### EXCERPTED DATA ###
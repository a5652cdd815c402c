"""Heating-rate check: does the water heat as fast as the element's power predicts?"""

from __future__ import annotations

from ..units import format_number as f
from .registry import FAIL, PASS, REVIEW, Context, Expected, Input, Measured, Outcome, Param, check

SRC_HEATING = (
    "dT/dt = P/(m·cp), m = ρ·V at filling; ρ, cp from IAPWS-95; band 0.85–1.10 common "
    "practice"
)
CAUSES = ("the thermostat cycled, a failed element section, a smaller volume than stated, "
          "or a sensor outside the heated zone")


def expected_power_w(ctx: Context) -> tuple[float, str]:
    """Element power: from cold resistance at the measured voltage, else the nameplate."""
    if ctx.has("cold_resistance") and ctx.has("supply_voltage"):
        r = float(ctx.input("cold_resistance"))
        u = float(ctx.input("supply_voltage"))
        if r > 0:
            return u * u / r, f"{f(round(u * u / r))} W from {f(r)} Ω at {f(u)} V"
    p = float(ctx.input("rated_power"))
    return p, f"{f(p)} W nameplate"


@check(
    "heating_rate",
    summary="heating rate against the element's power",
    source=SRC_HEATING,
    quantities=("temperature",),
    inputs={
        "start_temp": Input("temperature at the start"),
        "minutes": Input("time between the two readings"),
        "volume": Input("stored volume (volume reading)"),
        "rated_power": Input("element nameplate power"),
        "cold_resistance": Input("element cold resistance", required=False),
        "supply_voltage": Input("measured supply voltage", required=False),
    },
    params={
        "fill_temp_c": Param(15.0, "°C", "common practice: cold mains water (from memory)"),
        "band_low": Param(0.85, None, "common practice"),
        "band_high": Param(1.10, None, "common practice"),
        "min_rise_k": Param(3.0, "K", "common practice: smaller rises are lost in sensor "
                            "resolution"),
    },
)
def heating_rate(ctx: Context) -> Outcome:
    from ..physics import water

    end_c = float(ctx.value)
    start_c = float(ctx.input("start_temp"))
    seconds = float(ctx.input("minutes"))
    volume_l = float(ctx.input("volume")) * 1000.0
    power_w, power_text = expected_power_w(ctx)
    mass = float(water.mass_kg(volume_l, ctx.param("fill_temp_c")))
    mean_c = 0.5 * (start_c + end_c)
    expected_rate = float(water.heating_rate_k_per_h(power_w, mass, mean_c))
    rate = (end_c - start_c) / (seconds / 3600.0)
    lo, hi = ctx.param("band_low"), ctx.param("band_high")
    expected = Expected("K/h", min=round(lo * expected_rate, 2), max=round(hi * expected_rate, 2))
    measured = Measured(round(rate, 2), "K/h")
    delivered = float(water.delivered_power_w(rate, mass, mean_c))
    ratio = rate / expected_rate
    text = (f"{rate:.1f} K/h against {expected_rate:.1f} K/h expected for {power_text} into "
            f"{mass:.0f} kg (ratio {ratio:.2f}, {delivered:.0f} W delivered)")
    if end_c - start_c < ctx.param("min_rise_k"):
        return Outcome(REVIEW, f"{text}; a rise of {f(end_c - start_c)} K is too small to judge "
                       "— run longer", SRC_HEATING, measured, expected)
    if ratio < lo:
        return Outcome(FAIL, f"{text}: too slow — usual causes: {CAUSES}", SRC_HEATING,
                       measured, expected)
    if ratio > hi:
        return Outcome(REVIEW, f"{text}: faster than the element can heat the whole store — "
                       "the sensor sits in the hot layer above the element or the volume "
                       "served is smaller; judge by hand", SRC_HEATING, measured, expected)
    return Outcome(PASS, text, SRC_HEATING, measured, expected)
###
REQUIREMENT: For the word "delivered", go through the records and show each line that carries it.

ANSWER BELOW:
    delivered = float(water.delivered_power_w(rate, mass, mean_c))
            f"{mass:.0f} kg (ratio {ratio:.2f}, {delivered:.0f} W delivered)")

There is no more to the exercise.